While football is what took Jack to America, the college system out there is designed to attract star athletes and then use sport to help them progress in further education.

Bailey’s scholarship is a “full-ride,” which is the maximum amount a coach can offer (only  two  per cent of High-school students receive any form of athletic scholarship). The ‘full-ride’ means that his  scholarship covers 100 per cent  of  the costs of his tuition, room, board and books. So the only thing he has to worry about is money for his flights back home for Christmas.

“It’s all scholarship-based over in America. I didn’t need to take any loans out back home because I got a good offer from my team.

“I am studying Sports Management and Business which is a pretty good major for me as I am looking to obviously try and play professional first but if not, go into coaching and try and start my own business.”


As the conversation steered towards football Jack’s enthusiasm for the game was obvious, he was interested in telling the rest of his story but this was the area he was evidently most passionate about.

“Training is hard, very physical and intense but extremely good for fitness and ball work. We have an English assistant coach who does very good sessions. It’s like being back at Norwich, to be honest, but in 30º heat. Games are hard because of the heat but once you get used to it, it’s fine as the teams you come up against whilst still being of a good standard are not of the calibre of the academy teams in England.”

Luckily, this hasn’t slowed his development: “I am much fitter than I was before I came out here and the other players come from different footballing cultures so it is good for me to play against different styles and develop my own game.

“American football is the big sport over here but soccer is really up-and-coming. We get good crowds bringing a great atmosphere every week. Training and busting our ‘ass’ off every day is hard. But it’s all worth it when you get to play in big stadiums in front of great fans.

“Our college season is over now. My team (Limestone) won the league and cup double for the first time in the team’s history, which was brilliant,” claimed the Englishman.

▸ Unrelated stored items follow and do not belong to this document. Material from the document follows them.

"""The modes of each Gaussian block: where the prior and the polls' information are both diagonal.

Everything here is plain numpy and steers the sampler's coordinates only. A poor pilot costs speed, never
correctness: the tests change the pilot and find the same log density.
"""

from __future__ import annotations

from dataclasses import dataclass

import numpy as np

from models.arrays import ElectionArrays, Floats, RowArrays

# Pilot design effect: close to the prior medians of κ and ρ; only the sampler's coordinates depend on it.
PILOT_WEIGHTING_LOSS = 1.4
PILOT_ERROR_FLOOR = 0.0004


@dataclass(frozen=True)
class BlockGeometry:
    """One Gaussian block as field = basis · modes.

    Attributes
    ----------
    basis
        Dims (field entry, mode).
    information
        Information of the polls about each mode, dims (mode).
    crossing
        How information about the modes shifts when another field, given on the block's own grid,
        is added to what polls see: dims (mode, grid entry).
    """

    basis: Floats
    information: Floats
    crossing: Floats


@dataclass(frozen=True)
class Geometry:
    """The three Gaussian blocks; ``region`` is None with one region, ``house`` with one house.

    Attributes
    ----------
    region_contrast
        Turns R − 1 free contrasts into region deviations whose turnout-weighted mean is zero,
        dims (region, contrast).
    house_contrast
        Turns H − 1 free contrasts into house effects that sum to zero, dims (house, contrast).
    """

    national: BlockGeometry
    region: BlockGeometry | None
    house: BlockGeometry | None
    region_contrast: Floats
    house_contrast: Floats


def build_geometry(arrays: ElectionArrays) -> Geometry:
    """Find the modes of every block from the prior and a pilot of the polls' information."""
    rows, knots, country = arrays.rows, arrays.knots, arrays.country
    weight = _pilot_information(rows)
    region_contrast = _weighted_contrast(country.turnout)
    house_contrast = _weighted_contrast(np.full(len(rows.houses), 1 / len(rows.houses)))
    national_design = rows.national_weight
    region_design = _region_design(rows, region_contrast)
    return Geometry(
        national=_block(
            design=national_design[:, 1:],
            precision_root=_walk_root(knots.national_step),
            weight=weight,
            grid=national_design,
        ),
        region=_block(
            design=region_design,
            precision_root=_per_contrast(_walk_root(knots.region_step), region_contrast.shape[1]),
            weight=weight,
            grid=rows.region_mix,
        )
        if region_contrast.shape[1]
        else None,
        house=_block(
            design=house_contrast[rows.house_of_row],
            precision_root=np.eye(house_contrast.shape[1]),
            weight=weight,
            grid=house_contrast[rows.house_of_row],
        )
        if house_contrast.shape[1]
        else None,
        region_contrast=region_contrast,
        house_contrast=house_contrast,
    )


def _pilot_information(rows: RowArrays) -> Floats:
    return rows.respondents / (PILOT_WEIGHTING_LOSS + (rows.poll_respondents - 1) * PILOT_ERROR_FLOOR)


def _weighted_contrast(weight: Floats) -> Floats:
    """Root C of M Mᵀ, M = I − 1 wᵀ: independent draws through C are deviations with weighted mean zero."""
    size = len(weight)
    centring = np.eye(size) - np.outer(np.ones(size), weight)
    values, vectors = np.linalg.eigh(centring @ centring.T)
    return vectors[:, 1:] * np.sqrt(np.maximum(values[1:], 0))


def _walk_root(step: Floats) -> Floats:
    """Rows of L turn a random walk without its first knot into independent unit steps."""
    size = len(step)
    return (np.eye(size) - np.eye(size, k=-1)) / np.sqrt(step)[:, None]


def _per_contrast(walk_root: Floats, contrasts: int) -> Floats:
    """Give every contrast the same walk, independent of the others'."""
    return np.asarray(np.kron(walk_root, np.eye(contrasts)), dtype=np.float64)


def _region_design(rows: RowArrays, contrast: Floats) -> Floats:
    """How each row sees the regional field, dims (row, (knot − 1) · contrast)."""
    seen = rows.region_mix @ contrast
    return (rows.region_weight[:, 1:, None] * seen[:, None, :]).reshape(len(seen), -1)


def _block(*, design: Floats, precision_root: Floats, weight: Floats, grid: Floats) -> BlockGeometry:
    """Solve the joint eigenproblem of prior precision LᵀL and information XᵀNX."""
    inverse = np.linalg.inv(precision_root)
    seen = design @ inverse
    values, vectors = np.linalg.eigh((seen.T * weight) @ seen)
    basis = inverse @ vectors
    return BlockGeometry(
        basis=np.ascontiguousarray(basis),
        information=np.maximum(values, 1e-9),
        crossing=np.ascontiguousarray((design @ basis).T * weight @ grid),
    )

When asked to sum up America with his three favourite moments he responded, “The crazy red cup keg parties are great and so is Spring break, drinks and dancing girls but for me the best part has to be playing in front of big crowds and winning  some silverware.

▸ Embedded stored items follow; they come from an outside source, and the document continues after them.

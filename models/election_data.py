"""Every number of a contest and its week, as data of the model: none is a constant of its graph."""

from __future__ import annotations

from typing import Any

import numpy as np
import pymc as pm

from models.arrays import ElectionArrays, KnotArrays
from models.block_geometry import Geometry, walk_sums
from models.free_baseline import free_directions, is_free
from models.poll_answers import kept_cells, small_counts
from models.priors import Priors
from models.row_shares import counted_data, part_data
from models.shared_lean import lean_loadings

Array = Any


def add_data(arrays: ElectionArrays, *, geometry: Geometry, priors: Priors) -> dict[str, Array]:
    """Put the numbers of the contest and the week into the current model, by name."""
    country, rows = arrays.country, arrays.rows
    values: dict[str, Any] = {
        "reference_share": country.reference_share,
        "pilot_share": country.pilot_share,
        "lean_size": country.lean_size,
        "start_log_share": country.start_log_share,
        "standing": country.standing.astype(float),
        "turnout": country.turnout,
        "free": free_directions(country),
        "is_free": is_free(country),
        "house_number": np.arange(len(rows.houses)),
        "house_of_row": rows.house_of_row,
        "respondents": rows.respondents,
        "poll_respondents": rows.poll_respondents,
        "weighting_known": rows.weighting_known,
        "partition": rows.partition,
        "answers_published": rows.answers,
        "used": rows.used,
        "kept": kept_cells(rows),
        **part_data(rows, with_regions=geometry.region is not None),
        **_walks(arrays.knots, geometry, priors, parties=len(country.parties)),
    }
    if geometry.lean is not None:
        values |= {
            "lean_basis": geometry.lean.basis,
            "lean_information": geometry.lean.information,
            "lean_pull": np.zeros((len(geometry.lean.information), len(country.parties))),
            "terms_of_row": arrays.leans.terms_of_row,
        }
    if len(rows.small_row):
        small = small_counts(rows)
        values |= {
            "small_row": rows.small_row,
            "small_cell": rows.small_cell,
            "small_count": small.counts,
            "small_log_weight": small.log_count_weight,
        }
    if arrays.counted is not None:
        values |= counted_data(arrays.counted, with_regions=geometry.region is not None)
    return {name: pm.Data(name, np.asarray(value, order="C")) for name, value in values.items()}


def _walks(knots: KnotArrays, geometry: Geometry, priors: Priors, *, parties: int) -> dict[str, Any]:
    """Time, lean clock and modes of the walks."""
    correlation = priors.lean_correlation
    values: dict[str, Any] = {
        "lean_loadings": lean_loadings(knots.lean_clock, correlation=correlation),
        "lean_loadings_reference": lean_loadings(np.array([knots.lean_reference]), correlation=correlation),
        "national_step": knots.national_step,
        "national_jolt": knots.national_jolt,
        "national_ramp": knots.national_ramp,
        "national_sums": walk_sums(len(knots.national_step)),
        "national_basis": geometry.national.basis,
        "national_information": geometry.national.information,
        "national_crossing": geometry.national.crossing,
        "national_pull": np.zeros((len(geometry.national.information), parties)),
    }
    if geometry.region is not None:
        values |= {
            "region_step": knots.region_step,
            "region_jolt": knots.region_jolt,
            "region_ramp": knots.region_ramp,
            "region_sums": walk_sums(len(knots.region_step)),
            "region_basis": geometry.region.basis,
            "region_information": geometry.region.information,
            "region_crossing": geometry.region.crossing,
            "region_pull": np.zeros((len(geometry.region.information), parties)),
            "region_contrast": geometry.region_contrast,
        }
    return values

“I would recommend studying in America, I return to England and a week later I’m bored. Out here I have a great girlfriend, I study a course I enjoy and I get to play football every day. It’s the best decision I have ever made.”


Sports scholarships are not offered in England, although students who play sport at an elite level may be offered bursaries. These rewards are barely comparable to what a student may be offered in the USA.

“England definitely needs to bring a college sports system in but I am not sure how it could work? There would need to be dramatic changes made to the funding system. It would be great to see it given a try though! It would help promote sport from a young age and offer a reason to work hard at school for those who usually wouldn’t.”

If a system like this was brought in here in the UK it would be up to the FA, the Premier League and other sporting institutes to help fund it. This has worked for cricket with the Lord’s funded Marylebone Cricket Club producing international cricket players including Andrew Strauss.

What does the future hold for Jack? With his degree in Sports Management and Business he has lots of options, although he still has his heart set on football.

“I’m not looking to go home after I graduate. I am looking to explore other avenues. I will either play here in America as I already have a few offers, or go over to Asia as my agent has been in touch with some teams out there. With the Asian leagues being pumped full of money and really starting to put themselves on the map it is definitely something that I will look at.”